Your goal
Lines to return, exactly: from the line with "if last - first" to the line with "starts: tuple[int, ...]" in the entries below, both included.

Dataset excerpts:
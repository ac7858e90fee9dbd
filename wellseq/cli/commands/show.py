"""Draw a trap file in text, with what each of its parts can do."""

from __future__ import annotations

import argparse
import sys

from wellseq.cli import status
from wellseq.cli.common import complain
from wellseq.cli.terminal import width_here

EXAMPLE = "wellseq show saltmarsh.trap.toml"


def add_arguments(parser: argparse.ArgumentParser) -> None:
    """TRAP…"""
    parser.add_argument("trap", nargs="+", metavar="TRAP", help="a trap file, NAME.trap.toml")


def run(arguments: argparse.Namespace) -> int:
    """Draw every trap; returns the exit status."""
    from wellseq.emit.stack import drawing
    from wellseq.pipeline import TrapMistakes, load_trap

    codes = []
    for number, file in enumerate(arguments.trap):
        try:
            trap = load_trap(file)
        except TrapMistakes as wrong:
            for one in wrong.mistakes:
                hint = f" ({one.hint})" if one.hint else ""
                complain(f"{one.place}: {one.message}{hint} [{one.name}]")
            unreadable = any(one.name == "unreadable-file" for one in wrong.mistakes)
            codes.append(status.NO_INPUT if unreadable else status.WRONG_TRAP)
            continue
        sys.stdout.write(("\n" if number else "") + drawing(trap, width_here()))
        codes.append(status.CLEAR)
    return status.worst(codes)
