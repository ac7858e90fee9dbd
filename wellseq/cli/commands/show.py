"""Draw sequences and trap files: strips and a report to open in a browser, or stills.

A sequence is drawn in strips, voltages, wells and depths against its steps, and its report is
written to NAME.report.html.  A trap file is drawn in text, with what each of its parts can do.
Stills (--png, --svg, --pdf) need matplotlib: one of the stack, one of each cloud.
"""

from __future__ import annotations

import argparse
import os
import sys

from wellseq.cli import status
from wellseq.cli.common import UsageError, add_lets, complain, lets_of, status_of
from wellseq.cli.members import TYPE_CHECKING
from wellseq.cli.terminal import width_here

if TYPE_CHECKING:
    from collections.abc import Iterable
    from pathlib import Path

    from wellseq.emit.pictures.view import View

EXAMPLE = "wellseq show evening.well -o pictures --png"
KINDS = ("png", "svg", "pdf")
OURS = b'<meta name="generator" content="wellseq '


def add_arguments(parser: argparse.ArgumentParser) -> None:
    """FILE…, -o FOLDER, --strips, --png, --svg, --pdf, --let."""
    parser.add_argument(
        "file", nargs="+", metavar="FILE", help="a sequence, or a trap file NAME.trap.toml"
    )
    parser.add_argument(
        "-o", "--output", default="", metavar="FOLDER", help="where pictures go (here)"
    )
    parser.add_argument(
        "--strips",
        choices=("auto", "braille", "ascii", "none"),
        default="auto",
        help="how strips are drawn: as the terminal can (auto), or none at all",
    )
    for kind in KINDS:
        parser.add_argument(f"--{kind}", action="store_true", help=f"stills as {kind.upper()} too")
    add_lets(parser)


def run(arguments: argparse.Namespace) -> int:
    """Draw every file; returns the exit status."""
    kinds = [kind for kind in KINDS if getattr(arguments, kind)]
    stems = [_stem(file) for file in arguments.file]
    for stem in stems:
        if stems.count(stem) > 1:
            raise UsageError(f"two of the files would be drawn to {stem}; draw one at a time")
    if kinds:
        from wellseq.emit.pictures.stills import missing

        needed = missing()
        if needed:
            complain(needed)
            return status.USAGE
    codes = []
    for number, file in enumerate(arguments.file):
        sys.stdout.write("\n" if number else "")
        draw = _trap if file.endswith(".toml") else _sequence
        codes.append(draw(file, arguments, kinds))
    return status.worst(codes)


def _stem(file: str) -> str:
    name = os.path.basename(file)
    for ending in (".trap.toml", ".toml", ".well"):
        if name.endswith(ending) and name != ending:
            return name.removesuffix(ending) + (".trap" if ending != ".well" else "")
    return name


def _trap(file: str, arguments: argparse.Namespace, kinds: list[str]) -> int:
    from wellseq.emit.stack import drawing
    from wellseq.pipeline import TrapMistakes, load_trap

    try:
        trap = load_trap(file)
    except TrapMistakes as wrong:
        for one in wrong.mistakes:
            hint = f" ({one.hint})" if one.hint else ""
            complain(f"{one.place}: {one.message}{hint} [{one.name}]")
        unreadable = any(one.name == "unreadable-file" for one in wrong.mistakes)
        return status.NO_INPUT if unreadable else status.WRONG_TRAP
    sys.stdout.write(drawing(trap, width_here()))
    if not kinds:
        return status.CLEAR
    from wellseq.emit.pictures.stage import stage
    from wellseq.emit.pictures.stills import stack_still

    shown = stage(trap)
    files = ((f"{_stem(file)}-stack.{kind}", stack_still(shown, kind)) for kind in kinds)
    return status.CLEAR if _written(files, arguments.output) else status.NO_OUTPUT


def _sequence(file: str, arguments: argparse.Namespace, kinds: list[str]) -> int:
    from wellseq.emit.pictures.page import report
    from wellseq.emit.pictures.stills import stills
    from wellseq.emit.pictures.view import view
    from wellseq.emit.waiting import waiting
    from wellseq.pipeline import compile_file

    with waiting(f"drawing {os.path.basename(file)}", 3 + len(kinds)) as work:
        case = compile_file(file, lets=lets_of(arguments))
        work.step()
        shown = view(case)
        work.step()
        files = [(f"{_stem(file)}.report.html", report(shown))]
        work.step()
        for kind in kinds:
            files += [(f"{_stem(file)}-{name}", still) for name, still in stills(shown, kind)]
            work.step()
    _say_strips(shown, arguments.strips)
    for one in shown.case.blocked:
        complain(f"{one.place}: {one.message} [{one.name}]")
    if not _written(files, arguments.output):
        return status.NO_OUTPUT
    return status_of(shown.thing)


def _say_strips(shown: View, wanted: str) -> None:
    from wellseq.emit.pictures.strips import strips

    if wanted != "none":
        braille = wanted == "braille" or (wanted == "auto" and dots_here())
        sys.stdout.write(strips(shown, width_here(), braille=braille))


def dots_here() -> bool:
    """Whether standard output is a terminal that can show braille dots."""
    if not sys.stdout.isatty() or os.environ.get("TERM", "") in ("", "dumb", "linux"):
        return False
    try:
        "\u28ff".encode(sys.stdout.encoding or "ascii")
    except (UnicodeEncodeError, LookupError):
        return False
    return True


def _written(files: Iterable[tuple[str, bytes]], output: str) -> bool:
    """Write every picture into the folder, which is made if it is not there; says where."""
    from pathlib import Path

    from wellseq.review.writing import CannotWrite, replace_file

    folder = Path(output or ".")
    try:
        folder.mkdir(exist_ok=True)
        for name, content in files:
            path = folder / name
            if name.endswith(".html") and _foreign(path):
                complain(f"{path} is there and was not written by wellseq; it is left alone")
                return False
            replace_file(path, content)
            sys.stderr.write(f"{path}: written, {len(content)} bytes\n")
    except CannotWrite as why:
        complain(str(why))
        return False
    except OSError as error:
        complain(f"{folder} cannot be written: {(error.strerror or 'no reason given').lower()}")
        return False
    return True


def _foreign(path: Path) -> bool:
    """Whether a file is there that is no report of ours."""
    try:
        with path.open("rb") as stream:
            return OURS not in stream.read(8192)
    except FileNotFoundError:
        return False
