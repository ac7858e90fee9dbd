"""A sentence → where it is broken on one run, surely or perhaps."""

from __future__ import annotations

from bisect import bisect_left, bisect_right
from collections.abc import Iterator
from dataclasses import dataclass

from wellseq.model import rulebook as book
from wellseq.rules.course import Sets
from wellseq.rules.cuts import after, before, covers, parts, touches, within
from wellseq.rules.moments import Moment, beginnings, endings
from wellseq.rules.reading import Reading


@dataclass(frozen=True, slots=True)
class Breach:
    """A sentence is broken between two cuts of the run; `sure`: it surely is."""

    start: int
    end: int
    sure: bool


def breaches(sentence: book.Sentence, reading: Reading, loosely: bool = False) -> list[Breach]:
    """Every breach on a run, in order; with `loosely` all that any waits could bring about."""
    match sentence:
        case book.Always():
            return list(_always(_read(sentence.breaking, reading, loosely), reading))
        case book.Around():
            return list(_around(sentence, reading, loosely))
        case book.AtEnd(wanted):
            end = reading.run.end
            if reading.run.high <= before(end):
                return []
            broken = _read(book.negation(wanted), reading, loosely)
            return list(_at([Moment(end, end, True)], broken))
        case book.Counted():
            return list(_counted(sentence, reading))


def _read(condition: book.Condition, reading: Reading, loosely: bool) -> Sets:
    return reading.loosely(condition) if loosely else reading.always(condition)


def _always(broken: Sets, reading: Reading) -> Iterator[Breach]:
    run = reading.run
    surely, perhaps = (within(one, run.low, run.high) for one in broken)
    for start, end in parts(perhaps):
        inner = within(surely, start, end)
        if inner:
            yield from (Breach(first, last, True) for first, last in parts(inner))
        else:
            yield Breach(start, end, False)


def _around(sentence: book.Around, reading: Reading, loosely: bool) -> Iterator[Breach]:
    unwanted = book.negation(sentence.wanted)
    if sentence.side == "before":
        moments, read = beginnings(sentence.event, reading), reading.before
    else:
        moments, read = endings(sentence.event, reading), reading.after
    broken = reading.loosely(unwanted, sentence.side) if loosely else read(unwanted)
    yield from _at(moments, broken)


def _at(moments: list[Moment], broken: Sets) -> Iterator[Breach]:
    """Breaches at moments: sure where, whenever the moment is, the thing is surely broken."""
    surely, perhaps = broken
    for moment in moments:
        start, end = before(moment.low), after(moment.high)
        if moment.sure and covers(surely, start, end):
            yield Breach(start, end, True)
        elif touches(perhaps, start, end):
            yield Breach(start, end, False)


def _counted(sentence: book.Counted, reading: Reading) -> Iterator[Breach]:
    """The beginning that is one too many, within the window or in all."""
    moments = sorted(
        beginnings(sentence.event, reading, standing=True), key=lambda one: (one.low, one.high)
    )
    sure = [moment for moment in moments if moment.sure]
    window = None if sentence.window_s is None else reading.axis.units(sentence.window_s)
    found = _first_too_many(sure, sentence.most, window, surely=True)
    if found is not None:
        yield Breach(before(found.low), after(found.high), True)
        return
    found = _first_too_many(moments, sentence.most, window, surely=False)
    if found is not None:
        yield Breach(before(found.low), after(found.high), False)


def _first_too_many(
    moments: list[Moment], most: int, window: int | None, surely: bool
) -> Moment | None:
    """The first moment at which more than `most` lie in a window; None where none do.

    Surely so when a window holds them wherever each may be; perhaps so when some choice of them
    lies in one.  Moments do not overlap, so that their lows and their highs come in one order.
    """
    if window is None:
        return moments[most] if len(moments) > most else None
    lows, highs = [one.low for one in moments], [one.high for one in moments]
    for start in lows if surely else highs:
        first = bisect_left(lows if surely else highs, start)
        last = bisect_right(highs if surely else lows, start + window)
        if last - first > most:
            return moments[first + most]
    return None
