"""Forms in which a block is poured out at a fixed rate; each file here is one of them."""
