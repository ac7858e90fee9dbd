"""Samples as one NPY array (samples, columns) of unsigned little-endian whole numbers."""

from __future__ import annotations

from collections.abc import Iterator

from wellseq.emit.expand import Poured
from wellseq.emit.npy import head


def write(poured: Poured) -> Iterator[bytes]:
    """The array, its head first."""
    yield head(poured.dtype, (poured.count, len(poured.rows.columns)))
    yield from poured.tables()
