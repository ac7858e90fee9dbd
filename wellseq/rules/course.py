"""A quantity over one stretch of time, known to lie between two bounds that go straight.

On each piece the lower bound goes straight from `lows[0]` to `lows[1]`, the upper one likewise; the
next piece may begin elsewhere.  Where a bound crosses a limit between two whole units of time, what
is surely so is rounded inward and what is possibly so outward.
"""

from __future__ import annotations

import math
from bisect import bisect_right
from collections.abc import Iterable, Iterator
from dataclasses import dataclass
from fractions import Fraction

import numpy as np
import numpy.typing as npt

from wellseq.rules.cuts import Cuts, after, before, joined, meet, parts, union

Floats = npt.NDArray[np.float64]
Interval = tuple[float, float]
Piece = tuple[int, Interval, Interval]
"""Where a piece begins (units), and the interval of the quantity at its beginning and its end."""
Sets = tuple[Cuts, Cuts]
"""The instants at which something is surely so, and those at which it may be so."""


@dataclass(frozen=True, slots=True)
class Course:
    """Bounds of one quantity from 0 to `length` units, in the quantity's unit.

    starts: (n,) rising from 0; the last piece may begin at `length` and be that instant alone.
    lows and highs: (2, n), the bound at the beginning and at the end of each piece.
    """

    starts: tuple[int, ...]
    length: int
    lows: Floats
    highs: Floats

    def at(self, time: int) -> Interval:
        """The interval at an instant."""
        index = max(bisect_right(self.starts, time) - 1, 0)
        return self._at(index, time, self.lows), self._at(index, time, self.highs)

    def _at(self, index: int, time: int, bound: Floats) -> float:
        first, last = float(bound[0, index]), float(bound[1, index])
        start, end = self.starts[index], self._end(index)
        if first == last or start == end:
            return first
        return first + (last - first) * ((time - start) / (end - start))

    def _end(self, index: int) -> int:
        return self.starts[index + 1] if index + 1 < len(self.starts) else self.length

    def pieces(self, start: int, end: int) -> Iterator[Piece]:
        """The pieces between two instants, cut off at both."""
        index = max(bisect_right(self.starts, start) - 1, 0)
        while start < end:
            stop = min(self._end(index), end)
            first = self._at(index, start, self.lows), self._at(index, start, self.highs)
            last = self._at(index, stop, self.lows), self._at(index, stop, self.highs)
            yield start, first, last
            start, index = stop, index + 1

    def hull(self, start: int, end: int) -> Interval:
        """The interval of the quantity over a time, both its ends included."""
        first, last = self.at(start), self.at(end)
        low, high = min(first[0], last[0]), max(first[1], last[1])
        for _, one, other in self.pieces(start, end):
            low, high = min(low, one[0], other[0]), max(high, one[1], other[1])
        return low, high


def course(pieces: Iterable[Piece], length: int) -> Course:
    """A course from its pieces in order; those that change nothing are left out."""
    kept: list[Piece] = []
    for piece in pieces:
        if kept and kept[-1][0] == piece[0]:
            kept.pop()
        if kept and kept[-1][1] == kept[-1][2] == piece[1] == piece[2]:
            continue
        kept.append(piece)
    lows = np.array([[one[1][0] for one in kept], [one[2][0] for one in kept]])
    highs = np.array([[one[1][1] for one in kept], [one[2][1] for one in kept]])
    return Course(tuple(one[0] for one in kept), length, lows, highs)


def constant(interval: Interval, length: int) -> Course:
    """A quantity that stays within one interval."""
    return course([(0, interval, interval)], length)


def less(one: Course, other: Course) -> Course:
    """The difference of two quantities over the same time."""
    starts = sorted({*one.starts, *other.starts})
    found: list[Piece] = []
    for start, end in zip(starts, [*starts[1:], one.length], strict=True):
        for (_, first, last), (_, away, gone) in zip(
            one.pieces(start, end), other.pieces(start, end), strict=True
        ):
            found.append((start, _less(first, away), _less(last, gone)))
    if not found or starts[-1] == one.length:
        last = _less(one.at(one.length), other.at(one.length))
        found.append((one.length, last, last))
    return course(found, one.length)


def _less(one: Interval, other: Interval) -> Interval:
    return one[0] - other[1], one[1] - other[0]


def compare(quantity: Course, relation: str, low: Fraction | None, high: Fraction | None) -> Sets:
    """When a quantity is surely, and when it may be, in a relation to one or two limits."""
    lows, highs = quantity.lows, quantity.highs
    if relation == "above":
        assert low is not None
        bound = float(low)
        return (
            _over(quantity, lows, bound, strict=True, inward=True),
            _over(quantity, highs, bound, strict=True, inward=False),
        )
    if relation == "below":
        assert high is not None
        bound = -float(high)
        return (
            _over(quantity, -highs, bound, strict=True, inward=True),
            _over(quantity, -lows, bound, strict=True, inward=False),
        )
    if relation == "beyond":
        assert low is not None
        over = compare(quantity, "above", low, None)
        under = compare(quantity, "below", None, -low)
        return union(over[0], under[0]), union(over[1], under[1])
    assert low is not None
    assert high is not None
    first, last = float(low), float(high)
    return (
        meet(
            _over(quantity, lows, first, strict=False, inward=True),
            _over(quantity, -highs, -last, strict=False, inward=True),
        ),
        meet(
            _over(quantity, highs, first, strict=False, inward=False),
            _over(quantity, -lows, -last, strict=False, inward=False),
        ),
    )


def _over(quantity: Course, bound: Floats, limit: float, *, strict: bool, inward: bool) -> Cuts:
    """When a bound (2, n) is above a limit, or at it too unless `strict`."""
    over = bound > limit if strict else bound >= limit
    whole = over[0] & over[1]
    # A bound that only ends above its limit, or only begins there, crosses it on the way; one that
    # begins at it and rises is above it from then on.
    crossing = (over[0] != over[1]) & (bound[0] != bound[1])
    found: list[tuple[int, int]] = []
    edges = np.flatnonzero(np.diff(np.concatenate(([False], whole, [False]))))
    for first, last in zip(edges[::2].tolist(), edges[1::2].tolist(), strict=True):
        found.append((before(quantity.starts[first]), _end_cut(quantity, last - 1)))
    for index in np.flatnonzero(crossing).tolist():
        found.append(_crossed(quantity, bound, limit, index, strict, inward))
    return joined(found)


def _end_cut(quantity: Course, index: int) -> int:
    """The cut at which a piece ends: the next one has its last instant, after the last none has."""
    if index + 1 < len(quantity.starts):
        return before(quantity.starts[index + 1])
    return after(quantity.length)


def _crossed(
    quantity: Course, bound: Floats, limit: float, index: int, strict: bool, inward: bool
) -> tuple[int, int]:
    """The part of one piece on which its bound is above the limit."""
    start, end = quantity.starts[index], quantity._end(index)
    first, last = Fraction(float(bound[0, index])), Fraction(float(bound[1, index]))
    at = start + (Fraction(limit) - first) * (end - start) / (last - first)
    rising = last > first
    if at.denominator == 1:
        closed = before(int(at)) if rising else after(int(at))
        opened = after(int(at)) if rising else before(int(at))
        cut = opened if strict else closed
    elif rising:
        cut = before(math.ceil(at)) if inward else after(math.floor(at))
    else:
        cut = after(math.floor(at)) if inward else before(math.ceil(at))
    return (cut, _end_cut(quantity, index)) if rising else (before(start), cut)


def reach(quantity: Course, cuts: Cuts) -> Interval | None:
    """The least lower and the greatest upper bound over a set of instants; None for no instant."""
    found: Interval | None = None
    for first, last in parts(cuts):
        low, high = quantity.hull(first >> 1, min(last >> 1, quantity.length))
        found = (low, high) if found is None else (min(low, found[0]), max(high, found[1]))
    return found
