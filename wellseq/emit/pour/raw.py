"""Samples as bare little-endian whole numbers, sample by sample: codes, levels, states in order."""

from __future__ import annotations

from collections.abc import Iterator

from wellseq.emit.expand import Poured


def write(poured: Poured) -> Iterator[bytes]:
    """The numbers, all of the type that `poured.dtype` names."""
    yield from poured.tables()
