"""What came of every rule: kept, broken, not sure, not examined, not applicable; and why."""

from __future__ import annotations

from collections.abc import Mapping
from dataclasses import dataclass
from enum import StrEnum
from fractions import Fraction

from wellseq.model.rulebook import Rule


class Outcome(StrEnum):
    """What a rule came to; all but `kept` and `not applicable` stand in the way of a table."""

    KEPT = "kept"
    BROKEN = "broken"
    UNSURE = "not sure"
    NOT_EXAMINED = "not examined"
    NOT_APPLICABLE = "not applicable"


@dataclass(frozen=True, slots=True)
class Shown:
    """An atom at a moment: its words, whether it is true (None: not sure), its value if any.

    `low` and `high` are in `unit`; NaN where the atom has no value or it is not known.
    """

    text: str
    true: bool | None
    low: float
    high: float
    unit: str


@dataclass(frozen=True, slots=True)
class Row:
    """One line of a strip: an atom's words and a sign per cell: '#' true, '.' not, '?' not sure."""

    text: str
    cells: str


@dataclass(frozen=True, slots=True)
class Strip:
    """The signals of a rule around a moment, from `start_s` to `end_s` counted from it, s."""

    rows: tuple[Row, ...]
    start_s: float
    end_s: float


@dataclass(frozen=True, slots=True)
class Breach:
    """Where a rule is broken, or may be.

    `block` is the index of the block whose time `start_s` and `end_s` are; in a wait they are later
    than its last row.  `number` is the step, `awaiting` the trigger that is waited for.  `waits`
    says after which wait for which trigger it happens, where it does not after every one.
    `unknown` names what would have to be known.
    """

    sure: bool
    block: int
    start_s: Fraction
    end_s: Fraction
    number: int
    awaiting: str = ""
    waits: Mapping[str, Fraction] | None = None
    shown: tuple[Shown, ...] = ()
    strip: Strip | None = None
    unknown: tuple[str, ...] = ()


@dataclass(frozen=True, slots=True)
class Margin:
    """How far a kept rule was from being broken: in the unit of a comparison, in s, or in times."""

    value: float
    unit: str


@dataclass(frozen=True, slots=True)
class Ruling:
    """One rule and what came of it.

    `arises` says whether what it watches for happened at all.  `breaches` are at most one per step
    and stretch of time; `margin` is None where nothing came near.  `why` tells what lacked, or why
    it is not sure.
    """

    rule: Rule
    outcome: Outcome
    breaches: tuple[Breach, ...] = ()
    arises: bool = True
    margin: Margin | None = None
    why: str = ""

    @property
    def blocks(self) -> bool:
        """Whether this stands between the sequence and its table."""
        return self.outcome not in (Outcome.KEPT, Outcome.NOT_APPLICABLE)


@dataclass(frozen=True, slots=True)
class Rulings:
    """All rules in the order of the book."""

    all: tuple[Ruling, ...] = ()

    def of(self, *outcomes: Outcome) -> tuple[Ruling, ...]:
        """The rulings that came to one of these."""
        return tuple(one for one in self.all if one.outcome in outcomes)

Finished task
        if last - first > most:
            return moments[first + most]
    return None
"""Forms in which a block is poured out at a fixed rate; each file here is one of them."""
repository ac7858e90fee9dbd
"""Samples as one NPY array (samples, columns) of unsigned little-endian whole numbers."""

from __future__ import annotations

from collections.abc import Iterator

from wellseq.emit.expand import Poured
from wellseq.emit.npy import head


def write(poured: Poured) -> Iterator[bytes]:
    """The array, its head first."""
    yield head(poured.dtype, (poured.count, len(poured.rows.columns)))
    yield from poured.tables()
repository ac7858e90fee9dbd
filename wellseq/rules/course.py
"""A quantity over one stretch of time, known to lie between two bounds that go straight.

On each piece the lower bound goes straight from `lows[0]` to `lows[1]`, the upper one likewise; the
next piece may begin elsewhere.  Where a bound crosses a limit between two whole units of time, what
is surely so is rounded inward and what is possibly so outward.
"""

from __future__ import annotations

import math
from bisect import bisect_right
from collections.abc import Iterable, Iterator
from dataclasses import dataclass
from fractions import Fraction

import numpy as np
import numpy.typing as npt

from wellseq.rules.cuts import Cuts, after, before, joined, meet, parts, union

Floats = npt.NDArray[np.float64]
Interval = tuple[float, float]
Piece = tuple[int, Interval, Interval]
"""Where a piece begins (units), and the interval of the quantity at its beginning and its end."""
Sets = tuple[Cuts, Cuts]
"""The instants at which something is surely so, and those at which it may be so."""


@dataclass(frozen=True, slots=True)
class Course:
    """Bounds of one quantity from 0 to `length` units, in the quantity's unit.

    starts: (n,) rising from 0; the last piece may begin at `length` and be that instant alone.
    lows and highs: (2, n), the bound at the beginning and at the end of each piece.
    """

    starts: tuple[int, ...]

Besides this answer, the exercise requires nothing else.